- _What is needed_: Below are the entries; return every line among them that holds the word "html".

Collection entries:
^^^^
# ------------------------------------------------------------------ the map
def render_map(*, edges=None, hubs=None, bands=None, weak=None, diameter=None, issues=None,
               comparison: Comparison | None = None, caution: str = CAUTION, basemap: bool = False,
               title: str = "geo-reach: connectivity map") -> str:
    """Build the map page and return it as text (see :func:`write_map` for the parameters)."""
    import folium

    if edges is not None and comparison is not None:
        raise OptionError("give either edges or a comparison (whose before and after networks replace it), not both")
    if not caution or not str(caution).strip():
        raise OptionError("the caution line must not be empty")
    given = {"edges": edges, "hubs": hubs, "reach_bands": bands, "weak_regions": weak, "diameter": diameter,
             "issues": issues}
    if comparison is not None:
        given.update({"before": comparison.before, "after": comparison.after, "change": comparison.change})
    frames = {k: _to_wgs84(k, v) for k, v in given.items() if v is not None}
    frames = {k: v for k, v in frames.items() if len(v)}
    if not frames:
        raise OptionError("nothing to draw: every layer given is empty or missing")

    import pandas as pd

    # frame the layers shown at first (bands start hidden when a network is drawn over them)
    framed = [f for k, f in frames.items() if k != "reach_bands" or not ({"edges", "after"} & set(frames))]
    bounds = np.array([f.total_bounds for f in (framed or list(frames.values()))])
    west, south = bounds[:, 0].min(), bounds[:, 1].min()
    east, north = bounds[:, 2].max(), bounds[:, 3].max()
    n_feat = sum(len(f) for f in frames.values())

    legend: list[str] = []
    toggles: dict[str, str] = {}
    extra_js: list[str] = []

    with _numbered_ids():
        fmap = folium.Map(location=[(south + north) / 2, (west + east) / 2], zoom_start=11, tiles=None,
                          control_scale=True, prefer_canvas=n_feat > 4000, font_size="13px")
        fmap.default_js = []
        fmap.default_css = []
        root = fmap.get_root()
        root.title = html.escape(str(title))  # folium puts it in <title> unescaped
        root.header.add_child(folium.Element(_PLACE_HEAD), name="geo_reach_head")
        root.html.add_child(folium.Element(_PLACE_BODY), name="geo_reach_body")
        if basemap:
            folium.TileLayer("OpenStreetMap", name="Basemap (needs internet)", overlay=True, control=True,
                             show=True).add_to(fmap)

        # reach bands (bottom)
        if "reach_bands" in frames:
            f = frames["reach_bands"]
            _need("reach_bands", f, "band_minutes")
            classes = P.band_classes(f["band_minutes"])
            cols = P.band_colour(f["band_minutes"], classes)
            styles = [{"color": c, "weight": 0.6, "fillColor": c, "fillOpacity": 0.3, "opacity": 0.8} for c in cols]
            # bands and the network share the cost scale: show bands at first only when there is no network
            bands_shown = "edges" not in frames and "after" not in frames
            lay = _geojson_layer(f, styles, ["band_minutes"], _fields(f, ["band_minutes", "area_km2", "population"]),
                                 "Reach bands", show=bands_shown).add_to(fmap)
            legend.append(_legend_section(lay.get_name(), "Reach bands (minutes to nearest hub)",
                                          _class_rows(classes, "min"), "polygon", shown=bands_shown))
            toggles[lay.get_name()] = lay.get_name()

        # weak regions, with rank labels
        if "weak_regions" in frames:
            f = frames["weak_regions"]
            _need("weak_regions", f, "reason")
            if "rank" in f.columns:
                f = f.sort_values("rank", kind="stable")
            colours = P.category_colours(f["reason"])
            cols = [colours.get(str(r), P.NO_VALUE) if not _is_missing(r) else P.NO_VALUE for r in f["reason"]]
            styles = [{"color": P.OUTLINE, "weight": 2, "dashArray": "6 4", "fillColor": c, "fillOpacity": 0.45}
                      for c in cols]
            group = folium.FeatureGroup(name="Weak regions (ranked)").add_to(fmap)
            _geojson_layer(f, styles, [c for c in ("rank", "reason", "population") if c in f.columns],
                           _fields(f, ["rank", "reason", "population", "area_km2", "hub_minutes", "name"]),
                           "Weak regions", control=False).add_to(group)
            if "rank" in f.columns:
                pts = f.geometry.representative_point()
                labels = [[round(p.y, 6), round(p.x, 6), _esc(_fmt("rank", r), 6)]
                          for p, r in zip(pts, f["rank"]) if not _is_missing(r)]
                extra_js.append(
                    f"{_json_for_script(labels)}.forEach(function (r) {{ L.marker([r[0], r[1]], {{icon: L.divIcon("
                    f"{{className: 'gr-rank', html: r[2], iconSize: [22, 22]}}), interactive: false, keyboard: false}})"
                    f".addTo({group.get_name()}); }});")
            rows = [(c, html.escape(_shorten(k, 40)), False) for k, c in colours.items() if c != P.NO_VALUE]
            if any(c == P.NO_VALUE for c in colours.values()):
                rows.append((P.NO_VALUE, "other reasons", False))
            title_ = "Weak regions by reason" + (" (number: rank, 1 = weakest)" if "rank" in f.columns else "")
            legend.append(_legend_section(group.get_name(), title_, rows, "polygon"))
            toggles[group.get_name()] = group.get_name()

        # the network by cost to the nearest hub, or before/after views
        def network(frame, name, classes, overlay, show):
            _need(name, frame, "hub_minutes")
            cols = P.colour_of(frame["hub_minutes"], classes)
            miss = frame["hub_minutes"].isna().to_numpy()
            styles = [{"color": c, "weight": 1.5 if m else 3, "opacity": 0.95, **({"dashArray": "4 4"} if m else {})}
                      for c, m in zip(cols, miss)]
            tips = [c for c in ("hub_minutes", "mode", "name") if c in frame.columns]
            return _geojson_layer(frame, styles, tips,
                                  _fields(frame, ["hub_minutes", "minutes", "length_m", "mode", "name", "edge_id"]),
                                  name, overlay=overlay, show=show)

        net_layers = []
        if "edges" in frames:
            f = frames["edges"]
            _need("edges", f, "hub_minutes")
            classes = P.cost_classes(f["hub_minutes"])
            lay = network(f, "Network: minutes to nearest hub", classes, True, True).add_to(fmap)
            net_layers.append(lay)
            has_missing = bool(f["hub_minutes"].isna().any())
        elif comparison is not None and ("before" in frames or "after" in frames):
            both = pd.concat([frames[k]["hub_minutes"] for k in ("before", "after") if k in frames])
            classes = P.cost_classes(both)
            has_missing = bool(both.isna().any())
            for key, label, show in (("before", comparison.before_label, False),
                                     ("after", comparison.after_label, True)):
                if key in frames:
                    lay = network(frames[key], f"{label}: network, minutes to nearest hub", classes, False, show)
                    net_layers.append(lay.add_to(fmap))
        if net_layers:
            rows = _class_rows(classes, "min")
            if has_missing:
                rows.append((P.NO_VALUE, "no route to a hub", True))
            legend.insert(0, _legend_section(net_layers[0].get_name() if comparison is None else None,
                                             "Network: minutes to nearest hub", rows, "line"))
            if comparison is None:
                toggles[net_layers[0].get_name()] = net_layers[0].get_name()

        # change layer
        if "change" in frames:
            f = frames["change"]
            _need("change", f, "delta_minutes")
            classes = P.change_classes(f["delta_minutes"])
            cols = P.colour_of(f["delta_minutes"], classes)
            fam = _geom_family(f)
            miss = f["delta_minutes"].isna().to_numpy()
            if fam == "polygon":
                styles = [{"color": c, "weight": 0.3, "fillColor": c, "fillOpacity": 0.7} for c in cols]
            elif fam == "point":
                styles = [{"color": P.OUTLINE, "weight": 1, "fill": True, "fillColor": c, "fillOpacity": 0.95,
                           "radius": 6} for c in cols]
            else:
                styles = [{"color": c, "weight": 2 if m else 4, "opacity": 0.95, **({"dashArray": "4 4"} if m else {})}
                          for c, m in zip(cols, miss)]
            lay = _geojson_layer(f, styles, ["delta_minutes"],
                                 _fields(f, ["delta_minutes", "mode", "name", "edge_id"]),
                                 "Change (after \u2212 before)").add_to(fmap)
            rows = _class_rows(classes, "min")
            rows[0] = (rows[0][0], rows[0][1] + " (faster)", False)
            rows[-1] = (rows[-1][0], rows[-1][1] + " (slower)", False)
            if miss.any():
                rows.append((P.NO_VALUE, "no value before or after (new, closed or unreachable)", True))
            legend.append(_legend_section(lay.get_name(), "Change in minutes (after \u2212 before)", rows, fam))
            toggles[lay.get_name()] = lay.get_name()

        # diameter path
        if "diameter" in frames:
            f = frames["diameter"]
            styles = [{"color": P.PATH_COLOUR, "weight": 5, "opacity": 0.9, "dashArray": "10 6"}] * len(f)
            lay = _geojson_layer(f, styles, [c for c in ("minutes", "length_m") if c in f.columns],
                                 _fields(f, ["minutes", "length_m", "from_node", "to_node"]),
                                 "Diameter path (longest shortest trip)").add_to(fmap)
            legend.append(_legend_section(lay.get_name(), "Diameter path", [(P.PATH_COLOUR, "longest shortest trip", True)],
                                          "line"))
            toggles[lay.get_name()] = lay.get_name()

        # network issues
        if "issues" in frames:
            f = frames["issues"]
            fam = _geom_family(f)
            if fam == "point":
                styles = [{"color": P.OUTLINE, "weight": 1, "fill": True, "fillColor": P.ISSUE_COLOUR,
                           "fillOpacity": 0.9, "radius": 4.5}] * len(f)
            else:
                styles = [{"color": P.ISSUE_COLOUR, "weight": 4, "opacity": 0.9, "fillColor": P.ISSUE_COLOUR,
                           "fillOpacity": 0.4}] * len(f)
            tips = [c for c in ("issue", "kind", "detail") if c in f.columns][:2]
            lay = _geojson_layer(f, styles, tips, _fields(f, ["issue", "kind", "detail"]), "Network issues",
                                 point=fam == "point").add_to(fmap)
            legend.append(_legend_section(lay.get_name(), "Network issues", [(P.ISSUE_COLOUR, "issue found", False)],
                                          fam if fam != "polygon" else "polygon"))
            toggles[lay.get_name()] = lay.get_name()

        # hubs (top)
        if "hubs" in frames:
            f = frames["hubs"]
            kinds = f["kind"] if "kind" in f.columns else pd.Series(["hub"] * len(f), index=f.index)
            colours = P.category_colours(kinds)
            styles = [{"color": P.OUTLINE, "weight": 1.5, "fill": True, "fillColor": colours.get(str(k), P.NO_VALUE),
                       "fillOpacity": 0.95, "radius": 7} for k in kinds]
            tips = [c for c in ("name", "kind") if c in f.columns]
            lay = _geojson_layer(f, styles, tips, _fields(f, ["name", "kind", "hub_id"]), "Hubs",
                                 point=True).add_to(fmap)
            rows = [(c, html.escape(_shorten(k, 40)), False) for k, c in colours.items() if c != P.NO_VALUE]
            if any(c == P.NO_VALUE for c in colours.values()):
                rows.append((P.NO_VALUE, "other kinds", False))
            legend.append(_legend_section(lay.get_name(), "Hubs by kind", rows, "point"))
            toggles[lay.get_name()] = lay.get_name()

        folium.LayerControl(collapsed=False, position="topright").add_to(fmap)
        # keep the features clear of the legend and layer list on the right and the title on top
        fmap.fit_bounds([[south, west], [north, east]], padding_top_left=(50, 60), padding_bottom_right=(300, 50))

        map_id = fmap.get_name()
        layer_map = "{" + ",".join(f"{json.dumps(k)}:{v}" for k, v in toggles.items()) + "}"
        # drawing order = the order layers were added; a layer switched back on would land on top
        stack = [c.get_name() for c in fmap._children.values()
                 if isinstance(c, (folium.GeoJson, folium.FeatureGroup))]
        extra_js.append(
            "(function () {\n"
            f"  var map = {map_id}, layers = {layer_map}, stack = [{', '.join(stack)}];\n"
            "  function restack() {\n"
            "    stack.forEach(function (l) { if (map.hasLayer(l) && l.bringToFront) { l.bringToFront(); } });\n"
            "  }\n"
            "  map.on('overlayadd baselayerchange', restack);\n"
            "  function show(layer, on) {\n"
            "    for (var k in layers) { if (layers[k] === layer) {\n"
            "      var s = document.querySelector('.gr-leg[data-layer=\"' + k + '\"]');\n"
            "      if (s) { s.style.display = on ? '' : 'none'; } } }\n"
            "  }\n"
            "  map.on('overlayadd', function (e) { show(e.layer, true); });\n"
            "  map.on('overlayremove', function (e) { show(e.layer, false); });\n"
            "})();")
        page = root.render()

    head, body, script = _page_parts(map_id, str(title), str(caution), legend, "\n".join(extra_js))
    if page.count(_PLACE_HEAD) != 1 or page.count(_PLACE_BODY) != 1:
        raise GeoReachError("map page template changed: placeholders not found once each")
    page = page.replace(_PLACE_HEAD, _leaflet_inline() + head, 1)
    page = page.replace(_PLACE_BODY, body, 1)
    # our script must run after folium's, which defines the map and layers at the end of the page
    tail = "</script>\n</html>"
    cut = page.rstrip().rfind(tail)
    if cut < 0:
        raise GeoReachError("map page template changed: closing script not found")
    page = page[:cut] + "</script>\n" + script + "</html>\n"
    if not basemap:
        ext = external_references(page)
        if ext:
            raise GeoReachError(f"map page would load {ext[0]} from the network; it must work offline")
    return page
^^^^
- _Response to this exercise_:
        root.title = html.escape(str(title))  # folium puts it in <title> unescaped
        root.html.add_child(folium.Element(_PLACE_BODY), name="geo_reach_body")
                    f"{{className: 'gr-rank', html: r[2], iconSize: [22, 22]}}), interactive: false, keyboard: false}})"
            rows = [(c, html.escape(_shorten(k, 40)), False) for k, c in colours.items() if c != P.NO_VALUE]
            rows = [(c, html.escape(_shorten(k, 40)), False) for k, c in colours.items() if c != P.NO_VALUE]
    tail = "</script>\n</html>"
    page = page[:cut] + "</script>\n" + script + "</html>\n"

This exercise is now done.